You need an E18 Torx socket for the drive shaft coupler. Remove all of the bolts on each side that attach the half shafts and then there are four bolts on top of the rear cradle holding the pumpkin (diff) on. I think I took out the bottom shock bolts to get the subrame to drop a little more and possibly the sway bar brackets as it's a bit of a pain getting at the bolts on top. A tranny jack is useful to hold the pumpkin but I'm sure you can rig something up with a floor jack.
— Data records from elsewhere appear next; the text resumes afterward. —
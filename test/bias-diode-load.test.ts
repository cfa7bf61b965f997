/**
 * Common source with a diode-connected load: the textbook gain relation, the
 * closed forms against the numeric solve, cutoff, swing limits, the record,
 * the SPICE deck and bad input. Agreement with ngspice is in
 * bias-diode-load-ngspice.test.ts.
 */
import fc from "fast-check";
import { describe, expect, it } from "vitest";
import { analyzeStage, spiceDeck } from "../lib/bias/analyze.js";
import type { DiodeLoadStage } from "../lib/bias/topologies/diode-load.js";
import type { BodyTie } from "../lib/bias/topology.js";
import type { DeviceCard } from "../lib/device/card.js";
import { thresholdMagnitude } from "../lib/device/threshold.js";
import { InfeasibleError, InputError, type PinchoffError } from "../lib/errors.js";
import * as bf from "../lib/formulas/bias.formulas.js";
import * as df from "../lib/formulas/device.formulas.js";
import * as mf from "../lib/formulas/mirror.formulas.js";
import { amperesPerVoltSquared, meters, perVolt, sqrtVolts, volts, type SqrtVolts, type Volts } from "../lib/quantity.js";
import { Derivation, type FormulaStep } from "../lib/record/derivation.js";

// Invented cards for the tests.
const n = (over: Partial<DeviceCard> = {}): DeviceCard => ({ name: "invented-n", polarity: "nmos", kp: amperesPerVoltSquared(200e-6), vt0: volts(0.6), lambda: perVolt(0), gamma: sqrtVolts(0), phi: volts(0.7), ...over });
const p = (over: Partial<DeviceCard> = {}): DeviceCard => ({ name: "invented-p", polarity: "pmos", kp: amperesPerVoltSquared(80e-6), vt0: volts(-0.7), lambda: perVolt(0), gamma: sqrtVolts(0), phi: volts(0.7), ...over });

function stage(o: { drv?: DeviceCard; load?: DeviceCard; w1?: number; w2?: number; vg?: number; vdd?: number; vss?: number; body?: BodyTie } = {}): DiodeLoadStage {
  return {
    topology: "diode-load",
    name: "invented diode-load stage",
    device: { card: o.drv ?? n(), w: meters(o.w1 ?? 20e-6), l: meters(1e-6) },
    devices: { load: { card: o.load ?? p(), w: meters(o.w2 ?? 5e-6), l: meters(1e-6) } },
    components: { vg: volts(o.vg ?? 1) },
    supplies: { vdd: volts(o.vdd ?? 3.3), vss: volts(o.vss ?? 0) },
    ...(o.body ? { body: o.body } : {}),
  };
}

const byId = new Map<string, { fn: (...a: number[]) => number }>();
for (const mod of [bf, df, mf]) for (const f of Object.values(mod)) byId.set(f.id, f as never);
function expectStepsReplay(rec: Derivation): number {
  const steps = rec.steps.filter((s): s is FormulaStep => s.kind === "formula");
  for (const s of steps) expect(byId.get(s.formula)!.fn(...s.inputs.map((i) => i.value)), `${s.formula} replayed`).toBe(s.result.value);
  return steps.length;
}

describe("gain of a common source with a diode-connected load (Razavi, Design of Analog CMOS Integrated Circuits, 1st ed., McGraw-Hill 2001, section 3.3.2; from memory)", () => {
  // The book's relations for λ = 0 and a saturated driver:
  //   PMOS diode load:  Av = −√(µn·Cox·(W/L)1 / (µp·Cox·(W/L)2))
  //   NMOS diode load:  Av = −√((W/L)1/(W/L)2) · 1/(1 + η),  η = gmb2/gm2 = γ/(2·√(2φF + VSB2)).
  it("complementary load: Av = −√(k1/k2)", () => {
    const a = analyzeStage(stage());
    expect(a.region).toBe("saturation");
    const expected = -Math.sqrt((200e-6 * 20) / (80e-6 * 5));
    expect(a.metrics.amplifiers[0]!.gain).toBeCloseTo(expected, 12);
  });
  it("same-type load with body effect: Av = −√((W/L)1/(W/L)2)/(1 + η) at the solved VSB", () => {
    const st = stage({ load: n({ gamma: sqrtVolts(0.45) }), w2: 2e-6, vg: 0.9, body: "rail" });
    const a = analyzeStage(st);
    expect(a.nodes.drain).toBeDefined();
    const vsb = a.nodes.drain! - 0;
    const eta = 0.45 / (2 * Math.sqrt(0.7 + vsb));
    expect(a.region).toBe("saturation");
    expect(a.metrics.amplifiers[0]!.gain).toBeCloseTo(-Math.sqrt(20 / 2) / (1 + eta), 9);
    expect(a.devices!.load!.op.vsbDevice).toBeCloseTo(vsb, 12);
  });
});

describe("operating point", () => {
  it("λ = 0, no body effect: VOUT = VDD − |Vt2| − √(k1/k2)·VOV1, equal currents, both saturated", () => {
    const a = analyzeStage(stage());
    const k1 = 200e-6 * 20;
    const k2 = 80e-6 * 5;
    expect(a.solver.method).toBe("closed-form");
    expect(a.nodes.drain).toBeCloseTo(3.3 - 0.7 - Math.sqrt(k1 / k2) * 0.4, 12);
    expect(a.currents.drainMagnitude).toBeCloseTo((k1 / 2) * 0.4 ** 2, 15);
    expect(a.devices!.load!.region).toBe("saturation");
  });
  it("the closed forms (driver saturated or in triode) agree with the numeric solve at vanishing λ", () => {
    fc.assert(
      fc.property(fc.double({ min: 0.61, max: 3.3, noNaN: true }), fc.double({ min: 1e-6, max: 50e-6, noNaN: true }), fc.boolean(), (vg, w2, same) => {
        const load = same ? n({ name: "invented-n-load" }) : p();
        const exact = analyzeStage(stage({ vg, w2, load }));
        const numeric = analyzeStage(stage({ vg, w2, load: { ...load, lambda: perVolt(1e-13) }, drv: n({ lambda: perVolt(1e-13) }) }));
        expect(exact.solver.method).toBe("closed-form");
        expect(numeric.solver.method).toBe("bracketed-regula-falsi");
        expect(numeric.region).toBe(exact.region);
        expect(numeric.nodes.drain).toBeDefined();
        expect(exact.nodes.drain).toBeDefined();
        expect(Math.abs(numeric.nodes.drain! - exact.nodes.drain!)).toBeLessThan(1e-9);
      }),
      { seed: 91, numRuns: 80 },
    );
    // Both branches were exercised by that range: a weak load drives the driver into triode.
    expect(analyzeStage(stage({ vg: 3, w2: 50e-6 })).region).toBe("triode");
    expect(analyzeStage(stage({ vg: 0.8, w2: 1e-6 })).region).toBe("saturation");
  });
  it("with λ and body effect, the load and driver currents balance (KCL) and the record shows the iteration", () => {
    const rec = new Derivation("diode load");
    const a = analyzeStage(stage({ drv: n({ lambda: perVolt(0.08) }), load: n({ name: "invented-n-load", lambda: perVolt(0.05), gamma: sqrtVolts(0.5) }), w2: 3e-6, vg: 1.1, body: "rail" }), rec);
    expect(a.currents.drainMagnitude).toBeDefined();
    expect(Math.abs(Math.abs(a.devices!.load!.op.channelCurrent) - a.currents.drainMagnitude!)).toBeLessThan(1e-12 * a.currents.drainMagnitude!);
    expect(rec.checks.find((c) => c.title.startsWith("Solver: load current equals"))!.passed).toBe(true);
    expect(rec.steps.some((s) => s.kind === "note" && s.title === "Exact solution")).toBe(true);
    expect(expectStepsReplay(rec)).toBeGreaterThan(20);
  });
  it("a PMOS driver with an NMOS diode load is the NMOS stage reflected through the rails", () => {
    const a = analyzeStage(stage({ drv: n({ lambda: perVolt(0.03) }), load: p({ lambda: perVolt(0.02) }), vg: 1.2 }));
    const b = analyzeStage(stage({ drv: p({ ...n({ lambda: perVolt(0.03) }), polarity: "pmos", vt0: volts(-0.6), name: "invented-p-drv" }), load: n({ ...p({ lambda: perVolt(0.02) }), polarity: "nmos", vt0: volts(0.7), name: "invented-n-load" }), vg: -1.2, vdd: 0, vss: -3.3 }));
    expect(a.nodes.drain).toBeDefined();
    expect(b.nodes.drain).toBeCloseTo(-a.nodes.drain!, 12);
    expect(b.op.id).toBeCloseTo(-a.op.id, 17);
    expect(b.metrics.amplifiers[0]!.gain).toBeCloseTo(a.metrics.amplifiers[0]!.gain, 10);
  });
});

describe("cutoff and swing", () => {
  it("driver cut off: no current, output at the load's conduction edge VDD − |Vt2|, no gain, and the finding says it floats", () => {
    const a = analyzeStage(stage({ vg: 0.5 }));
    expect(a.region).toBe("cutoff");
    expect(a.currents.drainMagnitude).toBe(0);
    expect(a.nodes.drain).toBeCloseTo(3.3 - 0.7, 14);
    expect(a.devices!.load!.region).toBe("cutoff");
    expect(a.metrics.amplifiers).toEqual([]);
    expect(a.findings.some((f) => f.includes("cutoff") && f.includes("leakage"))).toBe(true);
  });
  it("with a body-affected load the edge satisfies VDD − VOUT = Vt2(VSB = VOUT)", () => {
    const a = analyzeStage(stage({ vg: 0.2, load: n({ name: "invented-n-load", gamma: sqrtVolts(0.6) }), body: "rail" }));
    const vout = a.nodes.drain;
    expect(vout).toBeDefined();
    const vt2 = thresholdMagnitude(0.6 as Volts, 0.6 as SqrtVolts, 0.7 as Volts, vout!);
    expect(3.3 - vout!).toBeCloseTo(vt2, 12);
    expect(a.devices!.load!.region).toBe("cutoff");
  });
  it("swing: up to the load's edge, down to the driver's triode edge where (k1/2)·VOUT² = load current", () => {
    for (const st of [stage({ vg: 1 }), stage({ vg: 1, drv: n({ lambda: perVolt(0.05) }), load: n({ name: "invented-n-load", gamma: sqrtVolts(0.4), lambda: perVolt(0.05) }), w2: 2e-6, body: "rail" })]) {
      const a = analyzeStage(st);
      const sw = a.metrics.swing[0]!;
      const k1 = 200e-6 * 20;
      const lambda1 = st.device.card.lambda ?? 0;
      const edge = (k1 / 2) * sw.lower ** 2 * (1 + lambda1 * sw.lower);
      const loadAt = analyzeStage({ ...st, components: { vg: volts(sw.lower + 0.6) } }); // gate where the driver sits at its triode edge
      expect(loadAt.currents.drainMagnitude).toBeDefined();
      expect(Math.abs(loadAt.currents.drainMagnitude! - edge) / edge).toBeLessThan(1e-9);
      const upperEdge = analyzeStage({ ...st, components: { vg: volts(0) } }).nodes.drain;
      expect(upperEdge).toBeDefined();
      expect(sw.upper).toBeCloseTo(upperEdge!, 12);
      expect(sw.lower).toBeLessThan(sw.quiescent);
      expect(sw.upper).toBeGreaterThan(sw.quiescent);
    }
  });
});

describe("deck and bad input", () => {
  it("the SPICE deck: same-type load with its body at the rail, driver ammeter, gate source", () => {
    const deck = spiceDeck(stage({ load: n({ name: "invented-n-load", gamma: sqrtVolts(0.4) }), body: "rail" }));
    expect(deck).toMatch(/^VG g 0 1$/m);
    expect(deck).toMatch(/^VID out d 0$/m);
    expect(deck).toMatch(/^M1 d g vss vss moddrv /m);
    expect(deck).toMatch(/^M2 vdd vdd out vss modload /m);
    expect(spiceDeck(stage())).toMatch(/^M2 out out vdd vdd modload /m);
  });
  const err = (f: () => unknown) => {
    try {
      f();
    } catch (e) {
      return e as PinchoffError;
    }
    throw new Error("no error thrown");
  };
  it("a load that can never conduct, a depletion load, unknown fields and a missing load are refused by name", () => {
    const low = err(() => analyzeStage(stage({ vdd: 0.65 })));
    expect(low).toBeInstanceOf(InfeasibleError);
    expect(low.message).toContain("0.65 V");
    expect(low.message).toContain("|Vt| = 0.7 V");
    const dep = err(() => analyzeStage(stage({ load: n({ vt0: volts(-0.4) }) })));
    expect(dep).toBeInstanceOf(InputError);
    expect(dep.message).toContain("devices.load.card.vt0");
    expect(err(() => analyzeStage({ ...stage(), components: { vg: 1, rd: 1e3 } } as never)).message).toContain("components.rd");
    expect(err(() => analyzeStage({ ...stage(), components: { vg: NaN } } as never)).message).toContain("components.vg");
    expect(err(() => analyzeStage({ ...stage(), devices: {} } as never)).message).toContain("devices.load");
    expect(err(() => analyzeStage({ ...stage(), devices: { ...stage().devices, reference: stage().device } } as never)).message).toContain("devices.reference");
  });
});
Make sure you use blue LocTite when putting _ALL_ of the bolts back on


----------



## badgoat91 (Jul 13, 2009)

thanks so much man, you really helped me out


----------



## svede1212 (Nov 1, 2005)

I should tell you to take the 2 bolts out the back of the diff that mount it to the center support (I have a Harrop cover so I forgot ) or you aren't going to be removing it . You can take the whole mounting bracket off at the top where it's mounted but I'd mark the position of it before removing it so you get it back aligned. Another note is if you take those 4 little bolts holding that bracket off to not over tighten then when you put it back as quite a few people have snapped them. Remember blue LocTite on everything


----------



## GM4life (Mar 18, 2007)

Those four bolts that hold the diff isolator to the body are torque to yeild bolts. They get 26 lb ft of torque, if you have a heavy hand thats about 1/4 to half turn past snug using a 3/8 drive.


----------



## Rukee (Feb 8, 2007)

If they are TTY bolts, shouldn't they be replaced every time they come off the car?


----------



## GM4life (Mar 18, 2007)

Yes they should per GM. I leave it up to the discretion of the owner. I replaced mine when I removed them. Torque followed by lock tight may or may not surfice with old bolts. Those bolts list for $5.35 a piece

The four bolts that hold the diff to the rear suspension are also TTY.


----------



## svede1212 (Nov 1, 2005)

I've reused every bolt except the front and rear cradle bolts. LocTite works. Of course I eventually went to a Harrop cover for the center rear cradle support


----------